A REPLY TO A MORMON (4)

This morning, I received a death threat from my younger brother who has been recently employed by the Church of Jesus Christ of Latter-day Saints office at Aba. I had asked him to ask the girl he claimed to marry (his wife by habitation, I wasn’t at their marriage ceremony so I wouldn’t know how much of what they have is a marriage) to inquire where she got the white towel she used. He claimed that he bought the white towel from School Road, Aba that is close to New Market (ahia ohuru) where second hand clothes and materials are bought in 2014. He was asked to buy a towel from the marriage list he was given and incidentally the white towel, which I identified as mine was the one he bought. I wonder if he bought a second hand towel for his would-be wife. I told you that Mr Simeon Nnah (now Elder Simeon Nnah, what he’s called as he serves his LDS Church mission at Aba) took custody of my personal belongings since 2011. I had sent him the key to my storage from Aba (NIPOST Umungasi) via EMS. That cost my mother about N6,000. Now, I’ve had to wait over six (6) years to know what he got out of the storage and where it’s located.

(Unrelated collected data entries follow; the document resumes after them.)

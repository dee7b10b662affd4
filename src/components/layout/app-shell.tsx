import { useEffect, useRef, useState, type ReactNode } from 'react';
import { Link, useLocation } from 'react-router';
import type { Me } from '../../../shared/schemas/auth';
import { ROLE_LABELS } from '../../lib/authorization';
import { cn } from '../../lib/cn';
import { Button } from '../ui/button';
import { AppNav } from './app-nav';
import { Logo } from './logo';
import { ThemeToggle } from './theme-toggle';

export interface AppShellProps {
  me: Me;
  onSignOut: () => void;
  signingOut?: boolean;
  children: ReactNode;
}

/** id of the navigation panel the phone menu button controls. */
export const MAIN_NAV_ID = 'main-nav';

/**
 * Header (product, site, user, theme, sign out), role-aware navigation and the page.
 * From 1024 px the navigation is a sidebar; below, it folds into a menu opened by a button
 * (aria-expanded; focus moves to the first link; Escape, a choice or a click outside closes it and
 * focus returns to the button).
 */
export function AppShell({ me, onSignOut, signingOut = false, children }: AppShellProps) {
  const [menuOpen, setMenuOpen] = useState(false);
  const menuButton = useRef<HTMLButtonElement>(null);
  const panel = useRef<HTMLDivElement>(null);
  const { pathname } = useLocation();

  // A choice of page closes the menu.
  useEffect(() => setMenuOpen(false), [pathname]);

  useEffect(() => {
    if (!menuOpen) return;
    panel.current?.querySelector<HTMLElement>('a[href]')?.focus();
    const onKey = (e: KeyboardEvent) => {
      if (e.key !== 'Escape') return;
      e.preventDefault();
      setMenuOpen(false);
      menuButton.current?.focus();
    };
    const onPointer = (e: PointerEvent) => {
      const t = e.target as Node;
      if (!panel.current?.contains(t) && !menuButton.current?.contains(t)) setMenuOpen(false);
    };
    document.addEventListener('keydown', onKey);
    document.addEventListener('pointerdown', onPointer);
    return () => {
      document.removeEventListener('keydown', onKey);
      document.removeEventListener('pointerdown', onPointer);
    };
  }, [menuOpen]);

  return (
    <div className="flex min-h-dvh flex-col">
      <a
        href="#main"
        className="sr-only focus:not-sr-only focus:fixed focus:top-2 focus:left-2 focus:z-50 focus:rounded-md focus:bg-surface focus:px-3 focus:py-2 focus:shadow"
      >
        Skip to content
      </a>
      <header className="sticky top-0 z-30 border-b border-line bg-surface/95 backdrop-blur">
        <div className="flex h-14 items-center gap-2 px-3 sm:gap-4 md:px-6">
          <button
            ref={menuButton}
            type="button"
            aria-expanded={menuOpen}
            aria-controls={MAIN_NAV_ID}
            onClick={() => setMenuOpen((o) => !o)}
            data-testid="menu-button"
            className="inline-flex h-9 items-center gap-1.5 rounded-md border border-line-strong bg-surface px-2.5 text-sm font-medium text-ink hover:bg-sunken focus-visible:outline-2 focus-visible:outline-offset-2 focus-visible:outline-focus lg:hidden"
          >
            <svg viewBox="0 0 20 20" className="size-4" aria-hidden="true">
              {menuOpen ? (
                <path d="M5 5l10 10M15 5L5 15" stroke="currentColor" strokeWidth="1.75" strokeLinecap="round" />
              ) : (
                <path d="M3 5.5h14M3 10h14M3 14.5h14" stroke="currentColor" strokeWidth="1.75" strokeLinecap="round" />
              )}
            </svg>
            Menu
          </button>
          <div className="flex min-w-0 items-center gap-2 text-accent">
            <Logo className="size-7 shrink-0" />
            <span className="text-lg font-semibold tracking-tight text-ink">Stillpoint</span>
          </div>
          <span aria-hidden="true" className="hidden h-5 w-px bg-line-strong md:block" />
          <span className="hidden min-w-0 truncate text-sm text-ink-muted md:block" data-testid="site-name">
            {me.siteName}
          </span>
          <div className="ml-auto flex items-center gap-3">
            <div className="hidden text-right leading-tight lg:block" data-testid="current-user">
              <div className="text-sm font-medium text-ink">{me.name}</div>
              <div className="text-xs text-ink-muted" data-testid="current-role">
                {ROLE_LABELS[me.role]}
              </div>
            </div>
            <ThemeToggle compact />
            <Link to="/password" className="hidden text-sm text-ink-muted underline-offset-2 hover:text-ink hover:underline sm:block" data-testid="change-password">
              Password
            </Link>
            <Button variant="secondary" size="sm" className="h-9 max-sm:hidden" onClick={onSignOut} loading={signingOut} data-testid="sign-out">
              Sign out
            </Button>
          </div>
        </div>
      </header>
      <div className="flex flex-1 flex-col lg:flex-row">
        {/* A choice in the menu closes it (the current page's link included). */}
        {/* eslint-disable-next-line jsx-a11y/click-events-have-key-events, jsx-a11y/no-static-element-interactions -- the links inside handle the keyboard; this only hears their clicks */}
        <div
          ref={panel}
          id={MAIN_NAV_ID}
          onClick={(e) => {
            if ((e.target as HTMLElement).closest('a')) setMenuOpen(false);
          }}
          className={cn(
            'border-b border-line bg-surface px-3 py-3 shadow-card lg:block lg:w-52 lg:shrink-0 lg:border-r lg:border-b-0 lg:bg-surface/60 lg:py-5 lg:shadow-none',
            menuOpen ? 'block' : 'hidden',
          )}
        >
          <AppNav role={me.role} />
          {/* What the header has no room for on a phone. */}
          <div className="mt-3 flex flex-col gap-2 border-t border-line pt-3 sm:hidden">
            <p className="px-3 text-sm leading-tight">
              <span className="font-medium text-ink">{me.name}</span> <span className="text-ink-muted">· {ROLE_LABELS[me.role]}</span>
            </p>
            <p className="px-3 text-sm text-ink-muted">{me.siteName}</p>
            <div className="flex items-center gap-2 px-3">
              <Link to="/password" className="text-sm text-accent underline-offset-2 hover:underline">
                Password
              </Link>
              <Button variant="secondary" size="sm" className="ml-auto h-9" onClick={onSignOut} loading={signingOut}>
                Sign out
              </Button>
            </div>
          </div>
        </div>
        <main id="main" tabIndex={-1} className="min-w-0 flex-1 px-4 py-6 md:px-8 md:py-8 focus:outline-none">
          <div className="mx-auto max-w-6xl">{children}</div>
        </main>
      </div>
    </div>
  );
}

A REPLY TO A MORMON (3) I also saw a book that looked like a book I bought from a health store in Quincy, Massachusetts. I bought books all over Boston but mostly from Amazon. I was tempted to buy the book again from an Ohafia man who sold books at Aba Town Hall, Aba. But since I was anticipating my own copy from Mr Simeon Nnah I decided to wait. The LDS Church facilitated my first visit to the USA, it was a volunteer missionary service that lasted 18 months in Salt Lake City, Utah and Houston, Texas. I returned to Nigeria late June, 2007 only to return to the USA early September, 2007. I meet the Nnahs for the first time in October 2007 through a colleague (a Mr Peter Obijiaku) of Mrs Mabel Nnah’s who worked with Lemuel Shattuck Hospital, Boston. Mr. Obijiaku and I were at UMass Boston to secure student identity card. I inquired if he was Nigerian and he said yes and our acquaintance began from there. I asked him if he had any idea where I could get safe accommodation in Boston and he suggested that I met with Mrs Nnah, whose husband was Ngwa (like me) and Mormon/LDS. That saw the beginning of a relationship that has on and off spanned a decade (close to it this 2017).

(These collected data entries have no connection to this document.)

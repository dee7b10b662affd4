import uPlot from 'uplot';
import 'uplot/dist/uPlot.min.css';
import { timeAxis } from './chart-axes';

/** A theme colour from its CSS variable (the fallback outside a browser or when unset). */
export function cssVar(name: string, fallback: string): string {
  if (typeof window === 'undefined') return fallback;
  return getComputedStyle(document.documentElement).getPropertyValue(name).trim() || fallback;
}

/** The colours the trace charts draw with, read from the current theme. */
export function traceColours() {
  return {
    dp: cssVar('--sp-accent', '#2b6a73'),
    ma: cssVar('--sp-state-approaching', '#5a5bc2'),
    grid: cssVar('--sp-line', '#dde1db'),
    ink: cssVar('--sp-ink-muted', '#4b5854'),
    band: cssVar('--sp-state-settling', '#b7861a'),
    hold: cssVar('--sp-state-holding', '#1b8796'),
  };
}
export type TraceColours = ReturnType<typeof traceColours>;

/** Time along x, applied DP on the left axis (in `unitLabel`), loop current on the right; sizes in px. */
export function traceAxes(c: TraceColours, unitLabel: string, sizes: { dp: number; ma: number }): uPlot.Axis[] {
  return [
    { stroke: c.ink, grid: { stroke: c.grid, width: 1 }, ticks: { stroke: c.grid }, ...timeAxis() },
    { scale: 'dp', label: unitLabel, stroke: c.dp, grid: { stroke: c.grid, width: 1 }, ticks: { stroke: c.grid }, size: sizes.dp },
    { scale: 'ma', side: 1, label: 'mA', stroke: c.ma, grid: { show: false }, ticks: { stroke: c.grid }, size: sizes.ma },
  ];
}

/** The x series, then applied DP and loop current as lines `width` px wide. */
export function traceSeries(c: TraceColours, width: number): uPlot.Series[] {
  return [
    {},
    { label: 'Applied DP', scale: 'dp', stroke: c.dp, width, spanGaps: true, points: { show: false } },
    { label: 'Loop current', scale: 'ma', stroke: c.ma, width, spanGaps: true, points: { show: false } },
  ];
}

/**
 * Draws a uPlot chart into `el` at the host's width (`fallbackWidth` before layout) and keeps it
 * at that width as the host resizes; `destroy` undoes both.
 */
export function mountChart(el: HTMLElement, opts: Omit<uPlot.Options, 'width'> & { height: number }, data: uPlot.AlignedData, fallbackWidth: number) {
  const plot = new uPlot({ ...opts, width: el.clientWidth || fallbackWidth }, data, el);
  const ro = new ResizeObserver(() => plot.setSize({ width: el.clientWidth, height: opts.height }));
  ro.observe(el);
  return {
    plot,
    destroy: () => {
      ro.disconnect();
      plot.destroy();
    },
  };
}

/** Runs `draw` on the chart's canvas clipped to the plotting area, restoring the context after. */
export function drawClipped(u: uPlot, draw: (ctx: CanvasRenderingContext2D) => void): void {
  const ctx = u.ctx;
  const { left, top, width, height } = u.bbox;
  ctx.save();
  ctx.beginPath();
  ctx.rect(left, top, width, height);
  ctx.clip();
  draw(ctx);
  ctx.restore();
}

/** Shades the band `lo`…`hi` of the DP scale across the whole plot (a point's capture window). */
export function shadeDpBand(u: uPlot, lo: number, hi: number, colour: string, alpha: number): void {
  const ctx = u.ctx;
  const yHi = u.valToPos(hi, 'dp', true);
  const yLo = u.valToPos(lo, 'dp', true);
  ctx.fillStyle = colour;
  ctx.globalAlpha = alpha;
  ctx.fillRect(u.bbox.left, Math.min(yHi, yLo), u.bbox.width, Math.max(2, Math.abs(yLo - yHi)));
  ctx.globalAlpha = 1;
}

/** Shades the stretch of time between canvas x positions `x0` and `x1` (a hold). */
export function shadeSpan(u: uPlot, x0: number, x1: number, colour: string, alpha: number): void {
  const ctx = u.ctx;
  ctx.fillStyle = colour;
  ctx.globalAlpha = alpha;
  ctx.fillRect(x0, u.bbox.top, Math.max(1, x1 - x0), u.bbox.height);
  ctx.globalAlpha = 1;
}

Living with the Nnahs although shortly facilitated my education in providing room and board. However, Needham proved to be the home of the rich/wealthy and not for self-starters like I and by no means did I want to rely on this stranger family to provide my means. I secured a student loan (from Texas) and eventually moved out of Needham. I moved out of Mr Simeon Nnah’s house the same day I returned from a 3 day bus ride between Dallas and Boston. Three days and two nights on the road because it was just after Thanksgiving flights were expensive. I moved out of Needham on December 5, 2007. Mr. Nnah and his wife weren’t home but their youngest son was home preparing to serve a mission. He asked me to meet with James and I took my luggage. I didn’t have a car and walking to commuter rail station was tedious. My lectures at UMass for the graduate certificate course in Women in Politics & Public Policy I first took were in the evenings (6.00 to 8.30pm). If I was to continue with school, moving out of Needham was inevitable. So, I moved out in order to regularize my immigration papers and work.

I found a room in Hyde Park and lived there for over a year and it was from there that I proceeded to a master’s program in Dispute Resolution. I completed my MA in 2010. It was during this process that I bought many books in public policy, politics, psychology, women’s studies and even motivational books. I bought a second copy of Steven Covey’s 7 Habits of Highly Effective People. I bought my first copy while a student at the University of Ibadan, Oyo state prior to my sojourn to the USA. I can’t call me a bookworm but my friends and classmates knew whom to consult when they needed a book. If it was in my area of interest and study I’d have a copy. Maybe that’s why they got off and got married. They weren’t killing trees…lol. But my grades paid off so I didn’t care. Abi?

My books and  some property were retrieved from Texas in 2011 and all was received. I got every pin out of Dallas, Texas from Dr. Emma Obia to the best of my knowledge. Till date, I’m yet to receive even a pin from Mr. Simeon Nnah. I needn’t go into if perhaps not getting married to a son of theirs was regrettable to them. I wouldn’t know because in my opinion everybody lived the life he/she preferred. I wanted to secure my education and if marriage happened it had to be organic not arranged to spite anybody. I didn’t happen, hasn’t happened and I’ve blamed nobody but saboteurs for my ill-luck. These saboteurs could be family and friends who are used to sabotage every of my quests. I had quite supportive of people’s lives and ambitions but the LDS Church through its networks of contacts have known to be under my skin (speaking it the American way). They are everywhere I go.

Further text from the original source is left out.